Description of the task. Transcribe, word for word and without additions, each line below from the one containing "to update, or" through the one containing "peers = n in sizes", both ends included.
[Opening Data extract section]
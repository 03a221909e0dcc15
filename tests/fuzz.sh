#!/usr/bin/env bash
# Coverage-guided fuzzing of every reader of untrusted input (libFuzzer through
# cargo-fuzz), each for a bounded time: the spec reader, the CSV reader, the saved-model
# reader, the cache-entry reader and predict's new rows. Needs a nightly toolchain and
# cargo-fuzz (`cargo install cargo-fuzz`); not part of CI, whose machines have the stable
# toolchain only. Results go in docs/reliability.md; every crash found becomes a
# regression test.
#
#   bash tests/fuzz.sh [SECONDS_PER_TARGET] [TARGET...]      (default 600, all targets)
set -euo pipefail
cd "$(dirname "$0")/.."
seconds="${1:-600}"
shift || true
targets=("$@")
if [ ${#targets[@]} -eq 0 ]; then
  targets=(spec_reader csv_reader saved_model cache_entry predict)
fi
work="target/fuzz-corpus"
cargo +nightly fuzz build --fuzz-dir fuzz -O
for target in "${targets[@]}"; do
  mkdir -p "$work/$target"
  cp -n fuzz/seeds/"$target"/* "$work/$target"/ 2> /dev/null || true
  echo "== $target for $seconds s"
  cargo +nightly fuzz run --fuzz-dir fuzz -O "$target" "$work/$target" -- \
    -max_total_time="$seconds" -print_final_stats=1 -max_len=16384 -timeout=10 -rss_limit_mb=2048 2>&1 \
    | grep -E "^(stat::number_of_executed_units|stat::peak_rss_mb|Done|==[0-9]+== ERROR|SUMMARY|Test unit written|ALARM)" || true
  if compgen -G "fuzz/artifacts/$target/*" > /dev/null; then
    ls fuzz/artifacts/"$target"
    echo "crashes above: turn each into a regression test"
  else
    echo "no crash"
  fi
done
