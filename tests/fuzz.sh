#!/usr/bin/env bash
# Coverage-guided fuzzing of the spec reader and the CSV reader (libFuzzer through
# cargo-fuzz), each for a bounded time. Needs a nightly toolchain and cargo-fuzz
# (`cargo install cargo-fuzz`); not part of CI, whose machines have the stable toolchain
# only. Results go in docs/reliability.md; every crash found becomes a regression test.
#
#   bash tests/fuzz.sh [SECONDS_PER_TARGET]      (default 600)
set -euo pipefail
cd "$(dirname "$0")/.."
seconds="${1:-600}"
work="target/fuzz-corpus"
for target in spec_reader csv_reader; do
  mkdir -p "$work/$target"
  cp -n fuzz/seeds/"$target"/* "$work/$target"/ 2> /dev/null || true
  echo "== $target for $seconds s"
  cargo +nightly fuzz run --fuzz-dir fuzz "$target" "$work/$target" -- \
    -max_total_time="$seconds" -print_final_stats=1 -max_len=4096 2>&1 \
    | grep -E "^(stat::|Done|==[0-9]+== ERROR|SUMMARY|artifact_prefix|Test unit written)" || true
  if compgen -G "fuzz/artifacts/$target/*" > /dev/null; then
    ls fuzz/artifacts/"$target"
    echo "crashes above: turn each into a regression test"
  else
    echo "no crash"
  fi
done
[Closing Data extract section]
[Opening Data extract section]
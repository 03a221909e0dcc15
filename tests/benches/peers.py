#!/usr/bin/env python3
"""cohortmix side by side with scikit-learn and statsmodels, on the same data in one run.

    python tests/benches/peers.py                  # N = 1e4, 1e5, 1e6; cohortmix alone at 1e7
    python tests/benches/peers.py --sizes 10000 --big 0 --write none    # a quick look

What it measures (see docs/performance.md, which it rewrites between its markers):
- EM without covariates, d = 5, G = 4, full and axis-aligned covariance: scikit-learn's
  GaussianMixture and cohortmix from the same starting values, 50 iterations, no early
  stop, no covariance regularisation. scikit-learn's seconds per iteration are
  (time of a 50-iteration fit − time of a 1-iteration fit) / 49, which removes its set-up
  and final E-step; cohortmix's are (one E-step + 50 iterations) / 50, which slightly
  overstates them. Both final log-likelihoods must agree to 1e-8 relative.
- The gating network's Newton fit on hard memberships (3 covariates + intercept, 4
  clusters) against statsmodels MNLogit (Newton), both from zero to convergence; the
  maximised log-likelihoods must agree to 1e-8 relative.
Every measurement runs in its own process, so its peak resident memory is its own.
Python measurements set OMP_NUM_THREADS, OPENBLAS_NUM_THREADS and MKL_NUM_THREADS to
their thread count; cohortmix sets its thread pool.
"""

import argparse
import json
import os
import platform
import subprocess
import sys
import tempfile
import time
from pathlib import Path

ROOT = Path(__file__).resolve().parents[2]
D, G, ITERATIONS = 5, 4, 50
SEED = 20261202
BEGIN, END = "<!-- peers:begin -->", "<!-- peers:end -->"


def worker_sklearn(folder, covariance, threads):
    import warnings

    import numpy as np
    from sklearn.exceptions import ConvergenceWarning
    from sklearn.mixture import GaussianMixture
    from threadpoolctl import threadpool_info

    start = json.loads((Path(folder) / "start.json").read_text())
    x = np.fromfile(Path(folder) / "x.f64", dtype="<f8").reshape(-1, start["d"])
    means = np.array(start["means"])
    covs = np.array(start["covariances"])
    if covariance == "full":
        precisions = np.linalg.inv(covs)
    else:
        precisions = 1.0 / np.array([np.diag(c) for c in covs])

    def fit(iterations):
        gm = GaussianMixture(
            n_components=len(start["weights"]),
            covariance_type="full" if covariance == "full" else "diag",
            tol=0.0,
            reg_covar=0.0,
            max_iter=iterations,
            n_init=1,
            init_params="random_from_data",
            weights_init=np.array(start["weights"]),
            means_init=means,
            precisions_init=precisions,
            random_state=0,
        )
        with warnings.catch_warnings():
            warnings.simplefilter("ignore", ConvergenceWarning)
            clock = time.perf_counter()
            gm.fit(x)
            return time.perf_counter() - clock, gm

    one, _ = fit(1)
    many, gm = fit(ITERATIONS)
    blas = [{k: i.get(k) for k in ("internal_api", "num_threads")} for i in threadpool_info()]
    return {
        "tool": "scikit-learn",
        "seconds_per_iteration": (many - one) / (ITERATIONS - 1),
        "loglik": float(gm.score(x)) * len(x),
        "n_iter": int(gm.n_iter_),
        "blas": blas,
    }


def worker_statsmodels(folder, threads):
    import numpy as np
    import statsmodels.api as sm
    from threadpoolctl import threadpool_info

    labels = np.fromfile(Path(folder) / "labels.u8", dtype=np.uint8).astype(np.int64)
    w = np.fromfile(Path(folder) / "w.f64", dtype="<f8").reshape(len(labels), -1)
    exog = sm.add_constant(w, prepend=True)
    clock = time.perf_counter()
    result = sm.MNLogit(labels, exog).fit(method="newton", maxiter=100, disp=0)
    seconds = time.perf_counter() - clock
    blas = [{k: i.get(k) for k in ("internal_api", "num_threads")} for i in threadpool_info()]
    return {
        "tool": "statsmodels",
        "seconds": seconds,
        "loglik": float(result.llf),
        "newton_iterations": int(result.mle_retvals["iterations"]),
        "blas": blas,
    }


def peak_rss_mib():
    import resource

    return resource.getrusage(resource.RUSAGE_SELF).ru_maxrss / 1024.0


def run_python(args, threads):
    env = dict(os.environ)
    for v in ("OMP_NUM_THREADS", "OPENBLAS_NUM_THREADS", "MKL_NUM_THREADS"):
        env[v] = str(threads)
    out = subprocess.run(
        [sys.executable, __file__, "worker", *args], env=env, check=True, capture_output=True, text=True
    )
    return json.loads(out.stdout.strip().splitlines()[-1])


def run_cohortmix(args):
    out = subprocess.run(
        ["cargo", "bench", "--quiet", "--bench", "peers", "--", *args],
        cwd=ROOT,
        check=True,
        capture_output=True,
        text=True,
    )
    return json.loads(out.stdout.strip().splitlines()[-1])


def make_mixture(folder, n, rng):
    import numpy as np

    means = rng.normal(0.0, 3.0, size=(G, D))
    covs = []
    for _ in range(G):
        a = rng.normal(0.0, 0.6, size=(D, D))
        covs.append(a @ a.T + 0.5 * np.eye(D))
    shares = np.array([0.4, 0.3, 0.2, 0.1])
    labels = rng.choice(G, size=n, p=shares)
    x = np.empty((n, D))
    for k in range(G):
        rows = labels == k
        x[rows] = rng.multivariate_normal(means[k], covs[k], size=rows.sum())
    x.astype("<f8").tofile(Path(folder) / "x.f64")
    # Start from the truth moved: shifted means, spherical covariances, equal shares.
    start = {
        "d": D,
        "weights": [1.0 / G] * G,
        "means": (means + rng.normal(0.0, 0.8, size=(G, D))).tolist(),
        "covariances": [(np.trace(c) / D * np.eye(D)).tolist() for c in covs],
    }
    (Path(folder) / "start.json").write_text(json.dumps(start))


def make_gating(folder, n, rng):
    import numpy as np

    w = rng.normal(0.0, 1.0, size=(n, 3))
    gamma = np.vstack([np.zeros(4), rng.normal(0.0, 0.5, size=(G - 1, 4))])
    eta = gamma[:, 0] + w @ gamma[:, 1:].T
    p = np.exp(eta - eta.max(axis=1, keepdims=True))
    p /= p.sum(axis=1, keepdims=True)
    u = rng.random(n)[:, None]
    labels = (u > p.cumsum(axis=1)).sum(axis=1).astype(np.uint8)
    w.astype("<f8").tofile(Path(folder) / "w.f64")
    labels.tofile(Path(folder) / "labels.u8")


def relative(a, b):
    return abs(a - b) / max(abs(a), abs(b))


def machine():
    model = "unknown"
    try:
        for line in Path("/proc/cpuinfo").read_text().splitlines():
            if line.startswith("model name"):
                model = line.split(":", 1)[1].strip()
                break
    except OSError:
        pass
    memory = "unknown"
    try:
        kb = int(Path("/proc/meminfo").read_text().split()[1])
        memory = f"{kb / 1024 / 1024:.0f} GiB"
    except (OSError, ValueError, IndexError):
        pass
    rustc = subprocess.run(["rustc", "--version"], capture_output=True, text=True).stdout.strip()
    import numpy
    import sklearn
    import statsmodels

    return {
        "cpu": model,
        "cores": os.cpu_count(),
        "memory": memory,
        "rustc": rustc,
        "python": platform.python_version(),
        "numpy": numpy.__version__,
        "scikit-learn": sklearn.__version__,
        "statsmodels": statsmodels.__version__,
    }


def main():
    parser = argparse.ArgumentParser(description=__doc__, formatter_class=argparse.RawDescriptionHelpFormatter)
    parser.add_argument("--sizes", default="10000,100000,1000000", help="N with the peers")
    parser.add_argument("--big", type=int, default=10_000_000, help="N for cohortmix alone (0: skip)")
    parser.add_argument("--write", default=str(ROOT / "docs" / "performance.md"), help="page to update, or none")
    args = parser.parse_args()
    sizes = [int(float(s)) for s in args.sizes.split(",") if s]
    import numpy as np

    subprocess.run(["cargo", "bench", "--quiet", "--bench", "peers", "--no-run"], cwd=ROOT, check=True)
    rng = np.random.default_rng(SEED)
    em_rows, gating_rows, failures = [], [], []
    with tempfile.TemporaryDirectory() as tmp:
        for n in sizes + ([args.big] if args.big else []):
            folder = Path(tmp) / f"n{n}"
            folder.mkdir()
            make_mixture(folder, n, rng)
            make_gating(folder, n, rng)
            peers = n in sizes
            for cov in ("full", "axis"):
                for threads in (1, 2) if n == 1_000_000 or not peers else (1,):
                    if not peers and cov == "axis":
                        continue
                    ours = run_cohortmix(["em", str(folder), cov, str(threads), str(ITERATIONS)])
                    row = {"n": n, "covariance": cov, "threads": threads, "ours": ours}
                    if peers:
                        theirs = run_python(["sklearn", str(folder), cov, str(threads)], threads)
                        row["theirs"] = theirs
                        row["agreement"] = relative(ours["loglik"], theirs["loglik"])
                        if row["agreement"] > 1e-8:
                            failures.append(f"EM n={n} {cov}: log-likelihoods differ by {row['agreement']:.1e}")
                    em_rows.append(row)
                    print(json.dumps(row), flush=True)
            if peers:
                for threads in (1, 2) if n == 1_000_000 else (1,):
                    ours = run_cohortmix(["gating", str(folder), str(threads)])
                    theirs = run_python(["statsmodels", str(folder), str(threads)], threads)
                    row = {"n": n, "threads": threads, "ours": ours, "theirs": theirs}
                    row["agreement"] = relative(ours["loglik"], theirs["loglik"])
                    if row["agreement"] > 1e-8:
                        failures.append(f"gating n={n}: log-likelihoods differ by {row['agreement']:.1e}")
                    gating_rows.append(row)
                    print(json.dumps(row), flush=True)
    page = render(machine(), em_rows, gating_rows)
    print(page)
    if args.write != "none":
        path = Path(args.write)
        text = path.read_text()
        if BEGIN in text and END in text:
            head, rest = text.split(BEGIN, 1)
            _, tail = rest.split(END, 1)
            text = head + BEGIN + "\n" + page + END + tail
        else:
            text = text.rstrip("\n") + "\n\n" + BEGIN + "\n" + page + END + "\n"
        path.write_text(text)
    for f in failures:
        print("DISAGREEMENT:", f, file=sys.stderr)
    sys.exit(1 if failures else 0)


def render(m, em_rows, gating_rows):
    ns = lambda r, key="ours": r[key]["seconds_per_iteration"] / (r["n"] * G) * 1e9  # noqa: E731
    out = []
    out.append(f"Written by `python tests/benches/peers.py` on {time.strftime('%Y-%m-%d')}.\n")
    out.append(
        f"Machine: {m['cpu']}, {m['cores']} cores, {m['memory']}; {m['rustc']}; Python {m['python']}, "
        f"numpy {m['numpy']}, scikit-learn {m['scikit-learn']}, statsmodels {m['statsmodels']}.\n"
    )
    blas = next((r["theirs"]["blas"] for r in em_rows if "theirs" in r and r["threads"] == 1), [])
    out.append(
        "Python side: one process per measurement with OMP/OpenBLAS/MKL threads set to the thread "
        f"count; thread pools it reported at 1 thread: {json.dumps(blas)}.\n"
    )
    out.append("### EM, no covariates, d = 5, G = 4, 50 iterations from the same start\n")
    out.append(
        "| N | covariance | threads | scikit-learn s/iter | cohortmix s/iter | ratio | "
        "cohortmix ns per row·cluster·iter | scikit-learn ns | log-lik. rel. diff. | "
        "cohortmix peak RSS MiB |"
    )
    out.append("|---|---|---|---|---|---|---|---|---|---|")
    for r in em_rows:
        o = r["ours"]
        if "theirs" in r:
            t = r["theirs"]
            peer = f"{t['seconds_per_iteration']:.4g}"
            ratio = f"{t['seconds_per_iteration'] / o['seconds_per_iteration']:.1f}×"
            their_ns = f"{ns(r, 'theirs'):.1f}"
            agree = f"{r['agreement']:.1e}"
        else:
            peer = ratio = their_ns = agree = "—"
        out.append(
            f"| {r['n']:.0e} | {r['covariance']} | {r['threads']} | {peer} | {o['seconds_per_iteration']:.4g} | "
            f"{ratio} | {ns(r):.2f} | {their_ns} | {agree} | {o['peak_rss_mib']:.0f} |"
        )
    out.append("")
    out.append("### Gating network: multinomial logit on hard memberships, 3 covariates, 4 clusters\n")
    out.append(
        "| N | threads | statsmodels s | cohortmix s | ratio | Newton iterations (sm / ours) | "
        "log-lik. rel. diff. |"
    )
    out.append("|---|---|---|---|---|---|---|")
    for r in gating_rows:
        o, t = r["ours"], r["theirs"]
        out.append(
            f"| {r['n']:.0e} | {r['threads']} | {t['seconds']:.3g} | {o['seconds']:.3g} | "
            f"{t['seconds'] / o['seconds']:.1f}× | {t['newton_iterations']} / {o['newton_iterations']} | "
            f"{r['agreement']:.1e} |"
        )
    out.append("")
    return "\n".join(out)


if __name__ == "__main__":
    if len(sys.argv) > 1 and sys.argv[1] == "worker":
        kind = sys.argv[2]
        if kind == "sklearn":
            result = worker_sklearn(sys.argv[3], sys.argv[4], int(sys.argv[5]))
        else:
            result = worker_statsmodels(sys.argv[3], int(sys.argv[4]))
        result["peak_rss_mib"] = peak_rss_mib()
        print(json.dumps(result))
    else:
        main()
[Closing Data extract section]
Output of the exercise.
    parser.add_argument("--write", default=str(ROOT / "docs" / "performance.md"), help="page to update, or none")
    args = parser.parse_args()
    sizes = [int(float(s)) for s in args.sizes.split(",") if s]
    import numpy as np

    subprocess.run(["cargo", "bench", "--quiet", "--bench", "peers", "--no-run"], cwd=ROOT, check=True)
    rng = np.random.default_rng(SEED)
    em_rows, gating_rows, failures = [], [], []
    with tempfile.TemporaryDirectory() as tmp:
        for n in sizes + ([args.big] if args.big else []):
            folder = Path(tmp) / f"n{n}"
            folder.mkdir()
            make_mixture(folder, n, rng)
            make_gating(folder, n, rng)
            peers = n in sizes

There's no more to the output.